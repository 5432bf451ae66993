"""Reading model files for comparisons: the tree parts a run appended one per checkpoint (format 3)
joined into one, with numpy alone, so that two files holding the same trees in different parts
compare equal (where a run checkpointed depends on the clock; what it holds does not)."""
import numpy as np

from baggr.model import npzfile


def read_joined(path):
    """(header, arrays) of a model file with its tree parts joined as one part 0 ("tree0_*") and the
    header's list of parts replaced by the total; other files unchanged."""
    header, arrays = npzfile.read(path)
    trees = header.get("trees")
    if header.get("format_version", 0) < 3 or not isinstance(trees, dict):
        return header, arrays
    parts = trees["parts"]
    got = [{k[len(f"tree{p}_"):]: arrays.pop(k) for k in list(arrays) if k.startswith(f"tree{p}_")}
           for p in range(len(parts))]
    shares_kind = trees["kind"] == "shares"
    nodes, off, loff, leaves, shares = [], [np.zeros(1, np.int64)], [np.zeros(1, np.int64)], [], []
    s = lv = k = 0
    for a in got:
        nodes.append(a["nodes"])
        off.append(a["offset"][1:] + s)
        loff.append(a["leaf_offset"][1:] + lv)
        x = a["leaves"].copy()
        if shares_kind:
            x[x >= 0] += k      # a part's share rows count from its own first
        leaves.append(x)
        shares.append(a["shares"])
        s, lv, k = s + int(a["offset"][-1]), lv + int(a["leaf_offset"][-1]), k + a["shares"].shape[0]
    joined = {"nodes": np.concatenate(nodes), "offset": np.concatenate(off), "leaf_offset": np.concatenate(loff),
              "leaves": np.concatenate(leaves), "shares": np.concatenate(shares)}
    arrays.update({"tree0_" + k: v for k, v in joined.items()})
    header = dict(header, trees=dict(trees, parts=[sum(parts)]))
    return header, arrays
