"""Kept trees packed into the compact layout as they arrive (baggr/model/arena.py) against each
member grown again on its own and packed with the plain concatenation of its node arrays."""
import numpy as np
import psutil
import pyarrow as pa
import pytest

import baggr
from baggr.engine import Training
from baggr.model import arena
from baggr.model.compact import Compact, Stack
from baggr.model.forest import Forest


def _table(n=400, seed=5):
    """Numeric and categorical features, three classes (invented data)."""
    rng = np.random.default_rng(seed)
    x = rng.standard_normal((n, 3))
    level = rng.choice(["dry", "damp", "wet", "flooded"], n)
    y = np.where(x[:, 0] + (level == "wet") > 0.5, "high", np.where(x[:, 1] > 0, "mid", "low"))
    return pa.table({"x0": x[:, 0], "x1": x[:, 1], "x2": x[:, 2], "ground": level}), y


def _reference(tr, members) -> Compact:
    """Each member grown again on its own (a pure function of m), its node arrays concatenated with
    numpy (Forest.pack) and packed in one go."""
    trees = [tr.grower.grow_member(m).tree for m in range(members)]
    return Compact.from_forest(Forest.pack(trees, tr.n_out), tr.kind)


def _assert_same(got, want: Compact):
    assert got.members == want.members and got.kind == want.kind
    for name, w in want.arrays.items():
        np.testing.assert_array_equal(got.arrays[name], w, err_msg=name)


@pytest.mark.parametrize("threads", [1, 2])
@pytest.mark.parametrize("vote", ["hard", "shares"])
def test_the_ensemble_holds_every_member_tree_in_order(threads, vote):
    X, y = _table()
    tr = Training(X, y, baggr.Config(members=6, seed=3, threads=threads, vote=vote, min_leaf=4))
    ens = tr.run()
    assert ens.forest.has_cat   # the categorical feature was split on
    if vote == "shares":
        assert ens.forest.arrays["shares"].shape[0] > 0   # mixed leaves: share rows to number
    _assert_same(ens.forest, _reference(tr, 6))


def test_an_arena_that_fills_moves_to_a_larger_home(monkeypatch):
    X, y = _table()
    real, calls = arena._reserve, []

    def small_first(count, dtype, width=0):   # room for about two trees at first: a later one moves it
        calls.append(count)
        return real(min(count, 150) if len(calls) <= 3 else count, dtype, width)
    monkeypatch.setattr(arena, "_reserve", small_first)
    tr = Training(X, y, baggr.Config(members=6, seed=3, threads=1, vote="shares", min_leaf=4))
    first = tr.run(until=2)
    kept_first = {k: v.copy() for k, v in first.forest.arrays.items()}
    ens = tr.run()
    _assert_same(ens.forest, _reference(tr, 6))
    assert tr._arena._nodes.shape[0] > 150     # the arrays did move
    for k, v in kept_first.items():     # the earlier views stay valid after the move
        np.testing.assert_array_equal(first.forest.arrays[k], v)


def test_slices_and_parts_put_together_again_give_the_same_trees():
    X, y = _table()
    tr = Training(X, y, baggr.Config(members=7, seed=3, threads=2, vote="shares", min_leaf=4))
    ens = tr.run()
    parts = [tr.kept(0, 2), tr.kept(2, 3), tr.kept(3, 7)]
    assert [p.members for p in parts] == [2, 1, 4]
    for p in parts[1:]:       # a slice's share rows count from its own first
        assert p.arrays["leaves"].max() < max(1, p.arrays["shares"].shape[0])
    again = arena.Arena(tr.kind, tr.n_out, 7, 400, True)
    again.extend(Stack(parts))
    _assert_same(again.compact(), ens.forest)
    np.testing.assert_array_equal(Stack(parts).head(5).to_forest().arrays["left"],
                                  ens.forest.head(5).to_forest().arrays["left"])


def test_an_ensemble_taken_earlier_does_not_change_as_the_run_goes_on():
    X, y = _table()
    tr = Training(X, y, baggr.Config(members=6, seed=3, threads=2))
    first = tr.run(until=3)
    before = {k: v.copy() for k, v in first.forest.arrays.items()}
    last = tr.run()
    for k, v in before.items():
        np.testing.assert_array_equal(first.forest.arrays[k], v)
    n3 = before["offset"][-1]
    np.testing.assert_array_equal(last.forest.arrays["nodes"][:n3], before["nodes"])
    np.testing.assert_array_equal(first.vote_shares(X), baggr.train(X, y, baggr.Config(members=3, seed=3)).vote_shares(X))


def test_reserving_room_for_a_billion_nodes_takes_no_resident_memory():
    # Linux mmap(2) with MAP_NORESERVE: pages are allocated when first written (the manual page)
    if not arena._NORESERVE:
        pytest.skip("this system does not reserve address space without committing it")
    proc = psutil.Process()
    before = proc.memory_info().rss
    a = arena.Arena("shares", 3, 1000, 10**6, False)
    assert proc.memory_info().rss - before < 16 * 2**20
    assert a._nodes.shape[0] >= 10**9 and a._shares.shape == (10**9, 3)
───
- **EXERCISE**:
Please, from the material above, copy only the lines from the line with "k: v for k, v" up to and including the line with "trees = [tr.grower.grow_member(m).tree", exactly as written.

- **SOLUTION FOR THIS TASK**:
    arrays.update({"tree0_" + k: v for k, v in joined.items()})
    header = dict(header, trees=dict(trees, parts=[sum(parts)]))
    return header, arrays
"""Kept trees packed into the compact layout as they arrive (baggr/model/arena.py) against each
member grown again on its own and packed with the plain concatenation of its node arrays."""
import numpy as np
import psutil
import pyarrow as pa
import pytest

import baggr
from baggr.engine import Training
from baggr.model import arena
from baggr.model.compact import Compact, Stack
from baggr.model.forest import Forest


def _table(n=400, seed=5):
    """Numeric and categorical features, three classes (invented data)."""
    rng = np.random.default_rng(seed)
    x = rng.standard_normal((n, 3))
    level = rng.choice(["dry", "damp", "wet", "flooded"], n)
    y = np.where(x[:, 0] + (level == "wet") > 0.5, "high", np.where(x[:, 1] > 0, "mid", "low"))
    return pa.table({"x0": x[:, 0], "x1": x[:, 1], "x2": x[:, 2], "ground": level}), y


def _reference(tr, members) -> Compact:
    """Each member grown again on its own (a pure function of m), its node arrays concatenated with
    numpy (Forest.pack) and packed in one go."""
    trees = [tr.grower.grow_member(m).tree for m in range(members)]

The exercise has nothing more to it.